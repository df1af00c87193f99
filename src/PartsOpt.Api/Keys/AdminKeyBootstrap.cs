using Microsoft.EntityFrameworkCore;
using PartsOpt.Api.Persistence;

namespace PartsOpt.Api.Keys;

/// <summary>
/// First start with no keys at all: one admin key named "admin" is created and its text written to a file
/// only the service's user can read (mode 600), at <c>Keys:AdminKeyFile</c> (default <c>admin.key</c> beside
/// the database, i.e. <c>data/admin.key</c>). The log names the file, never the key. A database that holds
/// any key, even a revoked one, is left alone.
/// </summary>
public static class AdminKeyBootstrap
{
    public const string FileKey = "Keys:AdminKeyFile";
    public const string FileName = "admin.key";
    public const string AdminName = "admin";
    public const string Creator = "first-start";

    public static string FilePath(IConfiguration configuration) =>
        Path.GetFullPath(configuration[FileKey] is { Length: > 0 } path
            ? path
            : Path.Combine(Path.GetDirectoryName(DatabaseSetup.DatabaseFile(configuration))!, FileName));

    public static async Task EnsureAdminKeyAsync(this WebApplication app)
    {
        await using var scope = app.Services.CreateAsyncScope();
        var db = scope.ServiceProvider.GetRequiredService<PartsOptDbContext>();
        if (await db.ApiKeys.AnyAsync())
            return;

        var now = scope.ServiceProvider.GetRequiredService<TimeProvider>().GetUtcNow().UtcDateTime;
        var (key, text) = KeysEndpoints.NewKey(AdminName, [KeyRoles.Admin], expiresAtUtc: null, Creator, now);
        var path = FilePath(app.Configuration);
        // The file first: a key in the database that nobody holds would lock everyone out.
        await WriteOwnerOnlyAsync(path, text + "\n");
        db.ApiKeys.Add(key);
        await db.SaveChangesAsync();
        app.Logger.LogWarning("No API keys existed: created the admin key '{Name}' and wrote it to {Path} (readable by this user only). " +
            "Move it somewhere safe and delete the file.", AdminName, path);
    }

    private static async Task WriteOwnerOnlyAsync(string path, string text)
    {
        Directory.CreateDirectory(Path.GetDirectoryName(path)!);
        var options = new FileStreamOptions { Mode = FileMode.Create, Access = FileAccess.Write };
        if (!OperatingSystem.IsWindows())
            options.UnixCreateMode = UnixFileMode.UserRead | UnixFileMode.UserWrite; // never readable by others, not even briefly
        await using (var stream = new FileStream(path, options))
        await using (var writer = new StreamWriter(stream))
            await writer.WriteAsync(text);
        if (!OperatingSystem.IsWindows())
            File.SetUnixFileMode(path, UnixFileMode.UserRead | UnixFileMode.UserWrite); // an older file keeps its mode otherwise
    }
}
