using System.Text.RegularExpressions;

namespace PartsOpt.Api.Keys;

/// <summary>What a new key must be: a plain name (it is the actor in the ledger), known roles, a future expiry.</summary>
internal static partial class KeyRules
{
    public const int MaxNameLength = 100;

    [GeneratedRegex("^[A-Za-z0-9][A-Za-z0-9._@-]*$")]
    private static partial Regex NamePattern();

    public static Dictionary<string, string[]> Validate(CreateKeyInput input, DateTime nowUtc)
    {
        var errors = new Dictionary<string, string[]>();
        if (string.IsNullOrWhiteSpace(input.Name))
            errors["name"] = ["Required."];
        else if (input.Name.Length > MaxNameLength || !NamePattern().IsMatch(input.Name))
            errors["name"] = [$"Letters, digits and . _ @ - only, starting with a letter or digit; at most {MaxNameLength} characters."];
        if (input.Roles is not { Count: > 0 })
            errors["roles"] = [$"At least one of: {string.Join(", ", KeyRoles.All)}."];
        else if (input.Roles.Any(r => r is null || !KeyRoles.IsKnown(r)))
            errors["roles"] = [$"Unknown role '{input.Roles.First(r => r is null || !KeyRoles.IsKnown(r)) ?? "null"}'; " +
                $"roles are {string.Join(", ", KeyRoles.All)}."];
        if (input.ExpiresAt is { } expires && expires.UtcDateTime <= nowUtc)
            errors["expiresAt"] = ["Must be in the future."];
        return errors;
    }
}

▶ **About this task**: Once more, write out all of the entries above exactly.

▶ **Response below**:
repository df1af00c87193f99
filename src/PartsOpt.Api/Keys/AdminKeyBootstrap.cs
using Microsoft.EntityFrameworkCore;
using PartsOpt.Api.Persistence;

namespace PartsOpt.Api.Keys;

/// <summary>
/// First start with no keys at all: one admin key named "admin" is created and its text written to a file
/// only the service's user can read (mode 600), at <c>Keys:AdminKeyFile</c> (default <c>admin.key</c> beside
/// the database, i.e. <c>data/admin.key</c>). The log names the file, never the key. A database that holds
/// any key, even a revoked one, is left alone.
/// </summary>
public static class AdminKeyBootstrap
{
    public const string FileKey = "Keys:AdminKeyFile";
    public const string FileName = "admin.key";
    public const string AdminName = "admin";
    public const string Creator = "first-start";

    public static string FilePath(IConfiguration configuration) =>
        Path.GetFullPath(configuration[FileKey] is { Length: > 0 } path
            ? path
            : Path.Combine(Path.GetDirectoryName(DatabaseSetup.DatabaseFile(configuration))!, FileName));

    public static async Task EnsureAdminKeyAsync(this WebApplication app)
    {
        await using var scope = app.Services.CreateAsyncScope();
        var db = scope.ServiceProvider.GetRequiredService<PartsOptDbContext>();
        if (await db.ApiKeys.AnyAsync())
            return;

        var now = scope.ServiceProvider.GetRequiredService<TimeProvider>().GetUtcNow().UtcDateTime;
        var (key, text) = KeysEndpoints.NewKey(AdminName, [KeyRoles.Admin], expiresAtUtc: null, Creator, now);
        var path = FilePath(app.Configuration);
        // The file first: a key in the database that nobody holds would lock everyone out.
        await WriteOwnerOnlyAsync(path, text + "\n");
        db.ApiKeys.Add(key);
        await db.SaveChangesAsync();
        app.Logger.LogWarning("No API keys existed: created the admin key '{Name}' and wrote it to {Path} (readable by this user only). " +
            "Move it somewhere safe and delete the file.", AdminName, path);
    }

    private static async Task WriteOwnerOnlyAsync(string path, string text)
    {
        Directory.CreateDirectory(Path.GetDirectoryName(path)!);
        var options = new FileStreamOptions { Mode = FileMode.Create, Access = FileAccess.Write };
        if (!OperatingSystem.IsWindows())
            options.UnixCreateMode = UnixFileMode.UserRead | UnixFileMode.UserWrite; // never readable by others, not even briefly
        await using (var stream = new FileStream(path, options))
        await using (var writer = new StreamWriter(stream))
            await writer.WriteAsync(text);
        if (!OperatingSystem.IsWindows())
            File.SetUnixFileMode(path, UnixFileMode.UserRead | UnixFileMode.UserWrite); // an older file keeps its mode otherwise
    }
}
using System.Text.RegularExpressions;

namespace PartsOpt.Api.Keys;

/// <summary>What a new key must be: a plain name (it is the actor in the ledger), known roles, a future expiry.</summary>
internal static partial class KeyRules
{
    public const int MaxNameLength = 100;

    [GeneratedRegex("^[A-Za-z0-9][A-Za-z0-9._@-]*$")]
    private static partial Regex NamePattern();

    public static Dictionary<string, string[]> Validate(CreateKeyInput input, DateTime nowUtc)
    {
        var errors = new Dictionary<string, string[]>();
        if (string.IsNullOrWhiteSpace(input.Name))
            errors["name"] = ["Required."];
        else if (input.Name.Length > MaxNameLength || !NamePattern().IsMatch(input.Name))
            errors["name"] = [$"Letters, digits and . _ @ - only, starting with a letter or digit; at most {MaxNameLength} characters."];
        if (input.Roles is not { Count: > 0 })
            errors["roles"] = [$"At least one of: {string.Join(", ", KeyRoles.All)}."];
        else if (input.Roles.Any(r => r is null || !KeyRoles.IsKnown(r)))
            errors["roles"] = [$"Unknown role '{input.Roles.First(r => r is null || !KeyRoles.IsKnown(r)) ?? "null"}'; " +
                $"roles are {string.Join(", ", KeyRoles.All)}."];
        if (input.ExpiresAt is { } expires && expires.UtcDateTime <= nowUtc)
            errors["expiresAt"] = ["Must be in the future."];
        return errors;
    }
}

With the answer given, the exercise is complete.